Samsun Eğitim ve Araştırma Hastanesi Ortopedi ve Travmatoloji Kliniği, 55090 İlkadım, Samsun, Türkiye.
Jt Dis Relat Surg. 2022;33(3):538-546. doi: 10.52312/jdrs.2022.683. Epub 2022 Oct 6.
In this study, we aimed to compare the neutrophil-tolymphocyte ratio (NLR), red blood cell distribution width (RDW), and Nottingham Hip Fracture Score (NHFS) according to one-year mortality estimation after hip fracture surgery in elderly.

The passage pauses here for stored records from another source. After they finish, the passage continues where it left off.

/* What soil gives a face, by each of the ways in which its bearing is known. */
#include "kent_bearing.h"
#include "kent_check.h"

#include <math.h>

static const double DEGREE = 3.14159265358979323846 / 180.0; /* rad */
static const double FOOT = 0.3048;                           /* m */
static const double PSF = 47.880258980335843;                /* Pa */
static const double PCF = 157.08746384625278;                /* N/m3 */

static kent_bearing_place dry(double depth)
{
    return (kent_bearing_place){depth, (double)INFINITY, 9.81e3, 0.0, 0.0};
}

static double bearing_at(const kent_soil *soil, const kent_bearing_place *at)
{
    kent_bearing_gap gap = KENT_BEARING_LACKS;
    const double q = kent_soil_bearing(soil, at, &gap);
    assert_int_equal(gap, KENT_BEARING_KNOWN);
    return q;
}

static kent_bearing_gap gap_at(const kent_soil *soil, double depth)
{
    const kent_bearing_place at = dry(depth);
    kent_bearing_gap gap = KENT_BEARING_KNOWN;
    const double q = kent_soil_bearing(soil, &at, &gap);
    assert_true(isnan(q) == (gap != KENT_BEARING_KNOWN));
    return gap;
}

/* USDA NRCS, National Engineering Handbook part 636, chapter 52, table 52-6, seen in
 * reproduction: allowable psf at 2, 3, 4 and 5 ft. */
static const struct {
    double phi, psf[4]; /* degrees */
} USDA[] = {{40.0, {1200.0, 1800.0, 2400.0, 3000.0}},
            {35.0, {800.0, 1200.0, 1650.0, 2100.0}},
            {25.0, {500.0, 700.0, 950.0, 1200.0}}};

static kent_soil usda_soil(size_t row)
{
    kent_soil s = kent_soil_blank();
    s.route = KENT_BEARING_BY_DEPTH;
    s.by_depth_count = 4;
    s.factor_inside = 1.0;
    for (size_t k = 0; k < 4; k++) {
        s.by_depth[k].depth = (2.0 + (double)k) * FOOT;
        s.by_depth[k].bearing = USDA[row].psf[k] * PSF;
    }
    return s;
}

static void a_table_by_depth_gives_its_rows_and_straight_lines_between(void **state)
{
    (void)state;
    for (size_t i = 0; i < sizeof USDA / sizeof USDA[0]; i++) {
        const kent_soil s = usda_soil(i);
        for (size_t k = 0; k < 4; k++) {
            const kent_bearing_place row = dry((2.0 + (double)k) * FOOT);
            assert_close(bearing_at(&s, &row), USDA[i].psf[k] * PSF, 1e-12);
            if (k == 3) continue;
            const kent_bearing_place between = dry((2.25 + (double)k) * FOOT);
            const double quarter = 0.75 * USDA[i].psf[k] + 0.25 * USDA[i].psf[k + 1];
            assert_close(bearing_at(&s, &between), quarter * PSF, 1e-12);
        }
    }
}

static void below_its_last_row_a_table_gives_no_more_and_above_nothing(void **state)
{
    (void)state;
    const kent_soil s = usda_soil(0);
    const kent_bearing_place deep = dry(20.0 * FOOT);

    assert_close(bearing_at(&s, &deep), 3000.0 * PSF, 1e-12);
    assert_int_equal(gap_at(&s, 1.99 * FOOT), KENT_BEARING_ABOVE_TABLE);
    assert_int_equal(gap_at(&s, 2.0 * FOOT), KENT_BEARING_KNOWN);
    assert_int_equal(gap_at(&s, (double)NAN), KENT_BEARING_NO_DEPTH);
}

/* International Building Code 2012, table 1806.2: lateral bearing, psf per ft of depth
 * (crystalline rock; sedimentary rock; sandy gravel; sand; clay). */
static void a_gradient_gives_so_much_per_depth(void **state)
{
    (void)state;
    static const double psf_per_ft[] = {1200.0, 400.0, 200.0, 150.0, 100.0};
    for (size_t i = 0; i < sizeof psf_per_ft / sizeof psf_per_ft[0]; i++) {
        kent_soil s = kent_soil_blank();
        s.route = KENT_BEARING_GRADIENT;
        s.bearing_gradient = psf_per_ft[i] * PSF / FOOT;
        const kent_bearing_place at = dry(4.0 * FOOT);
        assert_close(bearing_at(&s, &at), 4.0 * psf_per_ft[i] * PSF, 1e-12);
        assert_int_equal(gap_at(&s, (double)NAN), KENT_BEARING_NO_DEPTH);
    }
}

static void a_presumptive_value_is_the_same_at_every_depth(void **state)
{
    (void)state;
    kent_soil s = kent_soil_blank();
    s.allowable_bearing = 150e3;
    const kent_bearing_place shallow = dry(0.7), deep = dry(5.0), unknown = dry(NAN);
    assert_close(bearing_at(&s, &shallow), 150e3, 0.0);
    assert_close(bearing_at(&s, &deep), 150e3, 0.0);
    assert_close(bearing_at(&s, &unknown), 150e3, 0.0);
}

static kent_soil passive_soil(double weight, double phi, double cohesion, double share)
{
    kent_soil s = kent_soil_blank();
    s.route = KENT_BEARING_PASSIVE;
    s.unit_weight = weight;
    s.friction_angle = phi * DEGREE;
    s.cohesion = cohesion;
    s.passive_share = share;
    s.factor_inside = 1.0;
    return s;
}

/* Passive pressure rises in a straight line, so that what a face finds is that at its
 * centre times its height. Das, B. M., Principles of Geotechnical Engineering, example
 * 13.2, p 449: 16 kN/m3, 36 degrees, a wall of 6 m: 1109.3 kN/m. A design sheet whose
 * arithmetic holds: 19.2 kN/m3, Kp 3 (30 degrees), a block from 0.598 m to 2.098 m:
 * 116.47 kN/m. */
static void a_face_finds_the_passive_thrust_of_the_textbook(void **state)
{
    (void)state;
    const kent_soil wall = passive_soil(16e3, 36.0, 0.0, 1.0);
    const kent_bearing_place middle = dry(3.0);
    assert_close(bearing_at(&wall, &middle) * 6.0, 1109.3e3, 5e-4);

    const kent_soil sheet = passive_soil(19.2e3, 30.0, 0.0, 1.0);
    const kent_bearing_place block = dry(0.5 * (0.598 + 2.098));
    assert_close(bearing_at(&sheet, &block) * 1.5, 116.47e3, 1e-3);
}

/* Das, B. M., Principles of Foundation Engineering, example 7.7, p 342: 15.72 kN/m3
 * above water at 2 m, 30 degrees: 94.32 kPa; below, 18.86 kN/m3, 26 degrees and 10 kPa:
 * 112.53 kPa, and 135.70 kPa 1 m deeper. Below, the soil stands here as one with water
 * to the surface at the depth where its effective stress is the same. */
static void under_water_only_the_buoyant_weight_presses(void **state)
{
    (void)state;
    const kent_soil upper = passive_soil(15.72e3, 30.0, 0.0, 1.0);
    const kent_soil lower = passive_soil(18.86e3, 26.0, 10e3, 1.0);
    const kent_bearing_place top = {2.0, 2.0, 9.81e3, 0.0, 0.0};
    const double depth = 31.44 / (18.86 - 9.81);
    const kent_bearing_place boundary = {depth, 0.0, 9.81e3, 0.0, 0.0};
    const kent_bearing_place base = {depth + 1.0, 0.0, 9.81e3, 0.0, 0.0};

    assert_close(kent_effective_stress(15.72e3, &top), 31.44e3, 1e-12);
    assert_close(bearing_at(&upper, &top), 94.32e3, 1e-4);
    assert_close(bearing_at(&lower, &boundary), 112.53e3, 1e-4);
    assert_close(bearing_at(&lower, &base), 135.70e3, 1e-4);
}

/* Water that stands between ground and face takes its weight off below it only. */
static void water_counts_from_its_table_down(void **state)
{
    (void)state;
    for (int i = 0; i <= 20; i++) {
        const double table = 0.2 * i; /* m; the face at 2 m */
        const kent_bearing_place at = {2.0, table, 9.81e3, 0.0, 0.0};
        const double under = table < 2.0 ? 2.0 - table : 0.0;
        assert_close(kent_effective_stress(19e3, &at), 38e3 - 9.81e3 * under, 1e-12);
    }
}

static void passive_bearing_takes_its_share_and_wants_every_value(void **state)
{
    (void)state;
    const kent_soil whole = passive_soil(19e3, 30.0, 5e3, 1.0);
    const kent_soil third = passive_soil(19e3, 30.0, 5e3, 1.0 / 3.0);
    const kent_bearing_place at = dry(1.8);
    assert_close(3.0 * bearing_at(&third, &at), bearing_at(&whole, &at), 1e-12);

    for (int lost = 0; lost < 3; lost++) {
        kent_soil s = whole;
        if (lost == 0) s.unit_weight = (double)NAN;
        if (lost == 1) s.friction_angle = (double)NAN;
        if (lost == 2) s.cohesion = (double)NAN;
        assert_int_equal(gap_at(&s, 1.8), KENT_BEARING_LACKS);
    }
}

/* ---- what a bearing implies ------------------------------------------------------ */

/* By the numbers: 3000 psf over 120 pcf x 5 ft is 5. */
static void a_presumptive_3000_psf_at_5_ft_takes_a_coefficient_of_five(void **state)
{
    (void)state;
    kent_soil s = kent_soil_blank();
    kent_bearing_claim claim;
    s.allowable_bearing = 3000.0 * PSF;
    s.factor_inside = 1.0;
    s.unit_weight = 120.0 * PCF;
    const kent_bearing_place at = dry(5.0 * FOOT);

    assert_true(kent_bearing_claims(&s, &at, &claim));
    assert_close(claim.passive, 5.0, 1e-9);
    assert_false(claim.weight_assumed);
    assert_true(claim.passive > KENT_PASSIVE_UNLIKELY);

    s.unit_weight = (double)NAN; /* the weight assumed is that one, rounded */
    assert_true(kent_bearing_claims(&s, &at, &claim));
    assert_close(claim.passive, 5.0, 1e-4);
    assert_close(claim.unit_weight, 18.85e3, 0.0);
    assert_true(claim.weight_assumed);

    s.factor_inside = 2.0;
    assert_true(kent_bearing_claims(&s, &at, &claim));
    assert_close(claim.bearing, 6000.0 * PSF, 1e-12);
    assert_close(claim.passive, 10.0, 1e-4);

    const kent_bearing_place unknown = dry(NAN);
    assert_false(kent_bearing_claims(&s, &unknown, &claim));
    s.allowable_bearing = 0.0;
    assert_false(kent_bearing_claims(&s, &at, &claim));
}

/* Rankine's coefficients, to five figures; 40 degrees is the limit of what is likely.
 * The table of the National Engineering Handbook (above) is near Kp x 130 pcf x depth
 * at 40 degrees. */
static void what_passive_pressure_gives_implies_its_own_coefficient(void **state)
{
    (void)state;
    static const double table[][2] = {
        {20.0, 2.0396}, {25.0, 2.4639}, {30.0, 3.0000}, {35.0, 3.6902}, {40.0, 4.5989}};

    for (size_t i = 0; i < sizeof table / sizeof table[0]; i++) {
        for (int c = 0; c <= 20; c += 10) {
            const kent_soil s = passive_soil(19e3, table[i][0], 1e3 * c, 1.0);
            const kent_bearing_place at = {1.8, 1.0, 9.81e3, 0.0, 0.0};
            kent_bearing_claim claim;
            assert_true(kent_bearing_claims(&s, &at, &claim));
            assert_within(claim.passive, table[i][1], 1e-4);
            assert_true(claim.passive < KENT_PASSIVE_UNLIKELY);
        }
    }
    assert_within(KENT_PASSIVE_UNLIKELY, table[4][1], 0.002);

    kent_soil s = usda_soil(0);
    s.unit_weight = 130.0 * PCF;
    const kent_bearing_place at = dry(5.0 * FOOT);
    kent_bearing_claim claim;
    assert_true(kent_bearing_claims(&s, &at, &claim));
    assert_close(claim.passive, table[4][1], 0.005);
}

static void cohesion_not_stated_counts_as_none(void **state)
{
    (void)state;
    assert_close(kent_implied_passive(100e3, (double)NAN, 40e3), 2.5, 1e-12);
    assert_close(kent_implied_passive(100e3, 0.0, 40e3), 2.5, 1e-12);
    assert_true(kent_implied_passive(100e3, 10e3, 40e3) < 2.0);
}

int main(void)
{
    const struct CMUnitTest tests[] = {
        cmocka_unit_test(a_table_by_depth_gives_its_rows_and_straight_lines_between),
        cmocka_unit_test(below_its_last_row_a_table_gives_no_more_and_above_nothing),
        cmocka_unit_test(a_gradient_gives_so_much_per_depth),
        cmocka_unit_test(a_presumptive_value_is_the_same_at_every_depth),
        cmocka_unit_test(a_face_finds_the_passive_thrust_of_the_textbook),
        cmocka_unit_test(under_water_only_the_buoyant_weight_presses),
        cmocka_unit_test(water_counts_from_its_table_down),
        cmocka_unit_test(passive_bearing_takes_its_share_and_wants_every_value),
        cmocka_unit_test(a_presumptive_3000_psf_at_5_ft_takes_a_coefficient_of_five),
        cmocka_unit_test(what_passive_pressure_gives_implies_its_own_coefficient),
        cmocka_unit_test(cohesion_not_stated_counts_as_none),
    };
    return cmocka_run_group_tests(tests, NULL, NULL);
}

Between January 2015 and December 2019, a total of 190 elderly patients (63 males, 127 females; mean age: 82.8±6.1 years; range, 70 to 98 years) who were diagnosed with collum femoris fractures treated with hemiarthroplasty were included. The cohort was divided into two groups with NHFS ≤4 and >4 as the low- and high-risk patients, respectively and one-year mortality was assessed for both groups. The RDW was evaluated with blood values sampled on the day of admission. A cut-off of 14.5% was considered for the RDW values. The NLR values calculated on admission (NLR-D0) and postoperative Day 5 (NLR-D5) were considered the primary outcome measures.
A total of 46 patients (24.2%) developed any type of complication. The NLR values higher than 5 on Days 0 and 5 were more frequently seen in the complicated patients (p=0.0016 and p<0.001). There were significantly more patients with higher RDW values (>14.5%) in the complicated group (p<0.001). The median NHFS and the rate of patients with NHFS >4 were significantly higher in the complicated patients (p<0.001 for both). The NHFS value higher than 4 had a sensitivity of 87.7% and specificity of 84.0% in predicting mortality (area under the curve [AUC]=0.910, 95% confidence interval [CI]: 0.860-0.947, p<0.001). Estimation of mortality using an RDW cut-off value of >14.5 showed 87.7% and 80.0% sensitivity and specificity, respectively (95% CI: 0.789-0.904, p<0.001). The AUC of the NLR Day 5 using a cut-off value of >6.8 was 0.953 for the prediction of mortality (95% CI: 0.912-0.978, p<0.001).
Age, NLR Day 5 (>5), RDW (>14.5%) and NHFS (>4) were strongly associated with mortality prediction. The NHSF and RDW values had the highest and similar sensitivity merit, while the highest specificity was in NLR-D5. Therefore, NLR, RDW and NHFS values can be used to classify risk factors in estimating oneyear mortality rates in elderly patients operated for hip fractures. A multidisciplinary approach should be standardized in determining the risk factors before treatment in patients with hip fractures and in planning appropriate treatment for this risk.
本研究旨在比较中性粒细胞与淋巴细胞比值(NLR)、红细胞分布宽度(RDW)和诺丁汉髋关节骨折评分(NHFS),以评估老年髋部骨折患者术后一年的死亡率。
2015 年 1 月至 2019 年 12 月,共纳入 190 例接受人工髋关节置换术治疗股骨颈骨折的老年患者(男 63 例,女 127 例;平均年龄 82.8±6.1 岁;70-98 岁)。将患者分为 NHFS≤4 分和>4 分的低危和高危组,评估两组患者的一年死亡率。RDW 值通过入院时采集的血液值进行评估。RDW 值的截断值为 14.5%。入院时(NLR-D0)和术后第 5 天(NLR-D5)计算 NLR 值作为主要观察指标。
共有 46 例(24.2%)患者发生任何类型的并发症。复杂组患者 NLR 值在第 0 天和第 5 天均高于 5 的患者比例更高(p=0.0016 和 p<0.001)。复杂组中 RDW 值>14.5%的患者比例显著更高(p<0.001)。复杂组患者的中位 NHFS 值和 NHFS>4 分的患者比例均显著更高(均为 p<0.001)。NHFS 值>4 分预测死亡率的灵敏度为 87.7%,特异性为 84.0%(曲线下面积[AUC]:0.910,95%置信区间[CI]:0.860-0.947,p<0.001)。RDW 截断值>14.5%预测死亡率的灵敏度和特异性分别为 87.7%和 80.0%(95%CI:0.789-0.904,p<0.001)。NLR-D5 截断值>6.8 预测死亡率的 AUC 为 0.953(95%CI:0.912-0.978,p<0.001)。
年龄、NLR-D5(>5)、RDW(>14.5%)和 NHFS(>4)与死亡率预测密切相关。NHFS 和 RDW 值具有最高和相似的灵敏度,而 NLR-D5 的特异性最高。因此,NLR、RDW 和 NHFS 值可用于评估髋部骨折老年患者的一年死亡率的危险因素。在对髋部骨折患者进行治疗前,应采用多学科方法确定危险因素,并为该风险制定适当的治疗方案。